Exercise brief: Please reproduce exactly the lines from the start of the records through the one containing "with 451. */", and nothing more.

[Stored data]

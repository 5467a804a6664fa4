/** How the catcher treats the next mail; each mode is a way a real mail server can behave. */
export const behaviourModes = [
  'accept',
  'refuse',
  'hang',
  'drop-before-end',
  'drop-after-end',
  'slow',
] as const;

export type BehaviourMode = (typeof behaviourModes)[number];

export interface BehaviourOrder {
  mode: BehaviourMode;
  /** For how many mails; after them the mode is 'accept' again. Left out: until told otherwise. */
  times?: number;
}

export interface BehaviourCounters {
  /** Connections opened to the SMTP socket. */
  connections: number;
  /** Mails kept, whether or not the sender learnt of it. */
  accepted: number;
  /** Mails answered with 451. */
  refused: number;
  /** Connections cut in the middle of a mail. */
  dropped: number;
}

export interface BehaviourState extends BehaviourCounters {
  mode: BehaviourMode;
  /** Mails the mode still holds for; null when it has no end. */
  timesLeft: number | null;
}

/** The mode in force and what has happened so far. */
export class Behaviour {
  readonly counters: BehaviourCounters = { connections: 0, accepted: 0, refused: 0, dropped: 0 };
  private mode: BehaviourMode = 'accept';
  private timesLeft: number | null = null;

  set(order: BehaviourOrder): void {
    this.mode = order.mode;
    this.timesLeft = order.times ?? null;
  }

  /** The mode for one mail, counted against `times`. */
  take(): BehaviourMode {
    const mode = this.mode;
    if (this.timesLeft !== null && (this.timesLeft -= 1) <= 0) this.set({ mode: 'accept' });
    return mode;
  }

  state(): BehaviourState {
    return { mode: this.mode, timesLeft: this.timesLeft, ...this.counters };
  }
}

/** Reads an order from JSON of unknown shape; gives a sentence when it is not one. */
export function parseBehaviour(value: unknown): BehaviourOrder | string {
  if (typeof value !== 'object' || value === null) return 'Send an object with a mode.';
  const mode = behaviourModes.find((known) => 'mode' in value && known === value.mode);
  if (!mode) return `The mode is one of ${behaviourModes.join(', ')}.`;
  const times = 'times' in value ? value.times : undefined;
  if (times === undefined) return { mode };
  if (typeof times !== 'number' || !Number.isInteger(times) || times < 1) {
    return 'times is a whole number of 1 or more.';
  }
  return { mode, times };
}
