import { startMailCatcher } from './catcher.js';

const port = (name: string): number => {
  const value = Number(process.env[name] ?? '0');
  if (Number.isInteger(value) && value >= 0 && value < 65_536) return value;
  throw new Error(`${name} is not a port: give a number from 0 to 65535.`);
};

try {
  const catcher = await startMailCatcher({
    smtpPort: port('SMTP_PORT'),
    httpPort: port('HTTP_PORT'),
    mailDir: process.env['MAIL_DIR'] || undefined,
  });
  console.log(JSON.stringify({ smtpPort: catcher.smtpPort, httpPort: catcher.httpPort }));
  const stop = () => void catcher.close().then(() => process.exit(0));
  process.once('SIGTERM', stop);
  process.once('SIGINT', stop);
} catch (error) {
  console.error(`The mail catcher cannot start: ${error instanceof Error ? error.message : String(error)}`);
  process.exitCode = 1;
}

Solution:
repository 5467a804a6664fa4
/** How the catcher treats the next mail; each mode is a way a real mail server can behave. */
export const behaviourModes = [
  'accept',
  'refuse',
  'hang',
  'drop-before-end',
  'drop-after-end',
  'slow',
] as const;

export type BehaviourMode = (typeof behaviourModes)[number];

export interface BehaviourOrder {
  mode: BehaviourMode;
  /** For how many mails; after them the mode is 'accept' again. Left out: until told otherwise. */
  times?: number;
}

export interface BehaviourCounters {
  /** Connections opened to the SMTP socket. */
  connections: number;
  /** Mails kept, whether or not the sender learnt of it. */
  accepted: number;
  /** Mails answered with 451. */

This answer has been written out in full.